Here is the progress so far:

Tank Assembly:









I have been waiting to use this driftwood. As you can see, it will protrude from the top of the tank by around 18 inches:









Started Work on the stand. It will have a large door on front for easy access to the sump:









Looks like I measured correctly. The tank should fit snugly after I add trim to the stand:









Updates to come...


----------



## marioman72 (Jan 22, 2010)

very cool set up! cant wait to see this tank started


----------



## acitydweller (Dec 28, 2011)

Looks great!


----------



## albino_pleco (Nov 26, 2012)

Looks like a great project. I really like the shallow cube design, seems really fish friendly.


----------



## GMYukonon24s (May 3, 2009)

Nice job on the build! I also like the shallow tank.


----------



## Kayen (Oct 14, 2007)

Great build so far an interesting dimensions, can't wait to see the results !


----------



## drewsuf82 (May 27, 2012)

Looks awesome, great lookin wood !


----------



## RobMc (Oct 16, 2012)

That is pure - awesomeness. I can't wait to see how you integrate the wood.


----------



## dubvstudent (Jan 10, 2009)

The stand/cabinet is finished and the base of the hardscape is now complete.










Just trying to get a feel for the hardscape. I ended up moving to majority of the rock and wood slightly forward to its final position.

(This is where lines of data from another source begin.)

"""Switching tables of published data sheets of adders, a counter and an arithmetic unit, checked hop by hop.

The documents are named as sources; the parts are called neutrally. Figures are ns.
"""

from collections.abc import Callable
from typing import Any

Fixture = Callable[..., Any]


def adder() -> str:
    """Motorola, FAST and LS TTL data, SN74LS83A, p. 5-83: typical and maximum, 25 C, 5 V, 15 pF."""
    carry, outputs = "C0", []
    for bit in range(1, 5):
        outputs.append(f"S{bit} = A{bit} ^ B{bit} ^ ({carry})")
        carry = f"A{bit} & B{bit} | (A{bit} | B{bit}) & ({carry})"
    operands = ", ".join(f"{name}{bit}" for name in "AB" for bit in range(1, 5))
    sums = ["S1", "S2", "S3", "S4"]
    rows = (f"tpd A{n}, B{n} *> {', '.join(sums[n - 1 :])} -:15:24;" for n in range(1, 5))
    return f"""part ADD4_A {{ inputs C0, {operands}; outputs {", ".join(outputs)}, C4 = {carry};
      times ns {{
        tPLH C0 *> {", ".join(sums)}  -:16:24;  tPHL C0 *> {", ".join(sums)}  -:15:24;
        tPLH C0 => C4      -:11:17;  tPHL C0 => C4      -:15:22;
        {" ".join(rows)}
        tPLH {operands} *> C4  -:11:17;  tPHL {operands} *> C4  -:12:17;
      }} }}"""


def package(name: str, low: int, carry_in: str, carry_out: str) -> str:
    bits = range(low, low + 4)
    sides = [", ".join(f"{side}[{bit}]" for bit in bits) for side in "abs"]
    return f"ADD4_A {name}({carry_in}, {', '.join(sides)}, {carry_out});"


def test_four_bit_adder_hop_by_hop(hops: Fixture) -> None:
    verilog = "module m(input [3:0] a, b, input c0, output [3:0] s, output c4);" + package("u", 0, "c0", "c4")
    found = hops(verilog + "endmodule", adder())
    for bit in range(1, 5):
        assert (
            found["C0", "rise", f"S{bit}", "rise"] == found["C0", "fall", f"S{bit}", "rise"] == (None, 16, 24)
        )
        assert found["C0", "fall", f"S{bit}", "fall"] == (None, 15, 24)
        for pin in (f"A{bit}", f"B{bit}"):
            assert found[pin, "rise", "C4", "rise"] == (None, 11, 17)
            assert found[pin, "fall", "C4", "fall"] == (None, 12, 17)
            assert (pin, "rise", "C4", "fall") not in found  # a carry never moves against an operand
            assert found[pin, "rise", "S4", "fall"] == (None, 15, 24)
    assert found["C0", "rise", "C4", "rise"] == (None, 11, 17)
    assert found["C0", "fall", "C4", "fall"] == (None, 15, 22)
    assert ("A2", "rise", "S1", "rise") not in found  # a sum does not depend on higher operands


def test_two_adders_in_a_row(figures: Fixture) -> None:
    """Our sum from the same table: the operands to C4 17, C0 to the sums 24, in all 41 ns."""
    verilog = "module m(input [7:0] a, b, input c0, output [7:0] s, output c8);"
    verilog += package("low", 0, "c0", "c4") + package("high", 4, "c4", "c8") + "endmodule"
    operands = tuple(f"{side}[{bit}]" for side in "ab" for bit in range(8))
    assert figures(verilog, adder(), sources=operands).settles("s[7]") == 17 + 24
    assert figures(verilog, adder()).settles("s[7]") == 22 + 24  # from the carry in


def test_adder_with_a_figure_for_each_output(figures: Fixture) -> None:
    """Philips, 74HC283, Dec. 1990, typical at 5 V, 15 pF, from the carry in."""
    typical = {"S1": 16, "S2": 18, "S3": 20, "S4": 23, "C4": 20}
    carry = " ".join(f"tpd C0 => {out} -:{time}:-;" for out, time in typical.items())
    operands = ", ".join(f"{name}{bit}" for name in "AB" for bit in range(1, 5))
    part = f"""part ADD4_A {{ inputs C0, {operands}; outputs S1, S2, S3, S4, C4;
      times ns {{ {carry} tpd {operands} *> S1, S2, S3, S4 -:21:-; tpd {operands} *> C4 -:20:-; }} }}"""
    verilog = "module m(input [3:0] a, b, input c0, output [3:0] s, output c4);" + package("u", 0, "c0", "c4")
    found = figures(verilog + "endmodule", part, sources=("c0",), grade="typ")
    assert [found.settles(net) for net in ("s[0]", "s[1]", "s[2]", "s[3]", "c4")] == list(typical.values())


def test_modes_of_an_arithmetic_unit(hops: Fixture) -> None:
    """Fairchild, 74LS181, maxima at 15 pF: A to F 32, 25 in sum mode, 33, 29 in logic mode; Cn to F 26, 20.

    One bit of it, with a function that lets each mode have its own edges.
    """
    part = """part ALU_A { inputs A, C, M; output F = M ? A : ~A & C; times ns {
        tPLH A => F when ~M -:-:32;  tPHL A => F when ~M -:-:25;
        tPLH A => F when M  -:-:33;  tPHL A => F when M  -:-:29;
        tPLH C => F         -:-:26;  tPHL C => F         -:-:20;
        tpd  M => F         -:-:33; } }"""
    verilog = "module m(input a, c, mode, output f); ALU_A u(.A(a), .C(c), .M(mode), .F(f)); endmodule"
    found = hops(verilog, part)
    assert found["A", "rise", "F", "rise"] == (None, None, 33)  # in logic mode alone
    assert found["A", "fall", "F", "rise"] == (None, None, 32)  # in sum mode alone
    assert found["A", "fall", "F", "fall"] == (None, None, 29)
    assert found["A", "rise", "F", "fall"] == (None, None, 25)
    assert found["C", "rise", "F", "rise"] == (None, None, 26)


def test_counters_in_a_row(figures: Fixture) -> None:
    """Philips, 74HC/HCT161, Dec. 1990, in words: 1/fmax = tP CP to TC, and tsu of the enable, 55 ns here.

    Figures: Renesas, HD74LS161A, Rev. 2.00: CLK to RCO 35, ENT to RCO 14; tsu of the enable 20 from memory.
    """
    part = """part COUNT_A { inputs CK, ENT; output Q, RCO = Q & ENT; register posedge CK { Q = Q ^ ENT; }
      times ns { tPLH CK => Q -:13:24; tPHL CK => Q -:18:27; tPLH CK => RCO -:20:35; tPHL CK => RCO -:18:35;
                 tpd ENT => RCO -:9:14; } }"""
    verilog = """module m(input ck, en, output q0, q1, r1);
      COUNT_A low(ck, en, q0, r0); COUNT_A high(ck, r0, q1, r1); endmodule"""
    found = figures(verilog, part, sources=("low.CK", "high.CK"))
    assert found.settles("r0") + 20 == 55
    assert found.settles("r1") == 35 + 14
    assert found.rise_and_fall("q0") == (24, 27)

The stand turned out well.









Added a few more rocks and moved it into its final position.


----------



## synaethetic (Oct 4, 2011)

Amazing! Very unique!


----------



## Acro (Jul 7, 2012)

That is HOT!
Great tank, Great wood, can't wait to see it filled!


----------



## marioman72 (Jan 22, 2010)

this tank looks amazing, cant wait too see this thing planted. are you planing on adding plants above water also?


----------



## dubvstudent (Jan 10, 2009)

marioman72 said:


> this tank looks amazing, cant wait too see this thing planted. are you planing on adding plants above water also?


Yes, The majority of the plant mass in this tank will be above the water line. I will be using anubias, riccia, and mosses around the waterline, some vine-like plantings to overtake the wood, and even some tillandsia mounted in the upper branches. 

Since the tank will have low light and no CO2, The underwater portion will consist mostly of an easier grass, narrow leaf micro sword, and some crypts.


----------



## Overfloater (Jan 12, 2004)

Love it! The dimensions are very intriguing and you have a great hardscape started.


----------



## Rastafarian (Sep 27, 2012)

Very nice hardscape!Great job


----------



## driftwoodhunter (Jul 1, 2011)

subscribed!


----------



## dubvstudent (Jan 10, 2009)

The Sump/Filter is complete.

The water enters the sump in the top right corner. It flows through a series of baffles before turning the corner and heading for the return pump. The pump is rated at 400 gph. I might have to install a 'T' and a ball valve in the return line and reduce the flow.










Filter pads and foam blocks for mechanical filtration. Purigen and some ceramic bio-media in later chambers to polish the water.


----------



## golfer_d (Oct 3, 2012)

sweet set up!


----------



## dubvstudent (Jan 10, 2009)

Sorry about the crumby camera-phone pics. I forgot to grab my camera last weekend.

Tested the plumbing:









Added the substrate:









Just few plants for now:










There are more plants on the way and I will pick up some cory cats the next time they are in stock. More, better, pics to come...


----------



## Acro (Jul 7, 2012)

Cool!
What are your plans for lighting?


----------



## AdamF (Jul 30, 2012)

Unique bud - awesome. Any updates?


----------



## boxhead1990 (Aug 29, 2011)

That would make a sweet reef if you ever decide to go that way


----------



## Sethjohnson30 (Jan 16, 2012)

I really like this tank it would be sweet to do a long version of this


----------



## IWANNAGOFAST (Jan 14, 2008)

this is awesome, really like the hardscape!


----------



## pwolfe (Mar 2, 2011)

how are you planning to bribe the cory's to not go tile surfing?


----------



## dubvstudent (Jan 10, 2009)

Acro said:


> Cool!
> What are your plans for lighting?


I have a large 42w 6700k spiral florescent bulb I will be using. I am currently looking for a lamp that will accommodation the lengthy bulb.



boxhead1990 said:


> That would make a sweet reef if you ever decide to go that way


Agreed. I haven't had a reef going in years now, but if I ever return to the salty side of the hobby, I will likely build a similar setup.



Sethjohnson30 said:


> I really like this tank it would be sweet to do a long version of this


In the works...maybe... I might have to start another build for an empty wall in my brothers new home. It would be approx. 14W x 10H x 40L. Just have to work up a reasonable $ estimate for him. 



pwolfe said:


> how are you planning to bribe the cory's to not go tile surfing?


I have kept alot of cory's in the past. As many times as I have seen them charge the surface, I have never lost one to jumping. Do people have that problem with them? Does it vary by species? I have only ever kept sterbia and juliis.


----------



## boxhead1990 (Aug 29, 2011)

I'm being tempted at the moment to go back to the salty side can't wait to see this with fish and plants all over the branch will look pretty sweet


----------



## dubvstudent (Jan 10, 2009)

Plants and the light...









































Fish next weekend hopefully.


----------



## jpalimpsest (Dec 7, 2012)

Stunning! I can't wait to see it with fish.


----------



## Aplomado (Feb 20, 2013)

Brilliant!


----------



## du3ce (Jan 26, 2013)

any updates on this tank? sweet set up


----------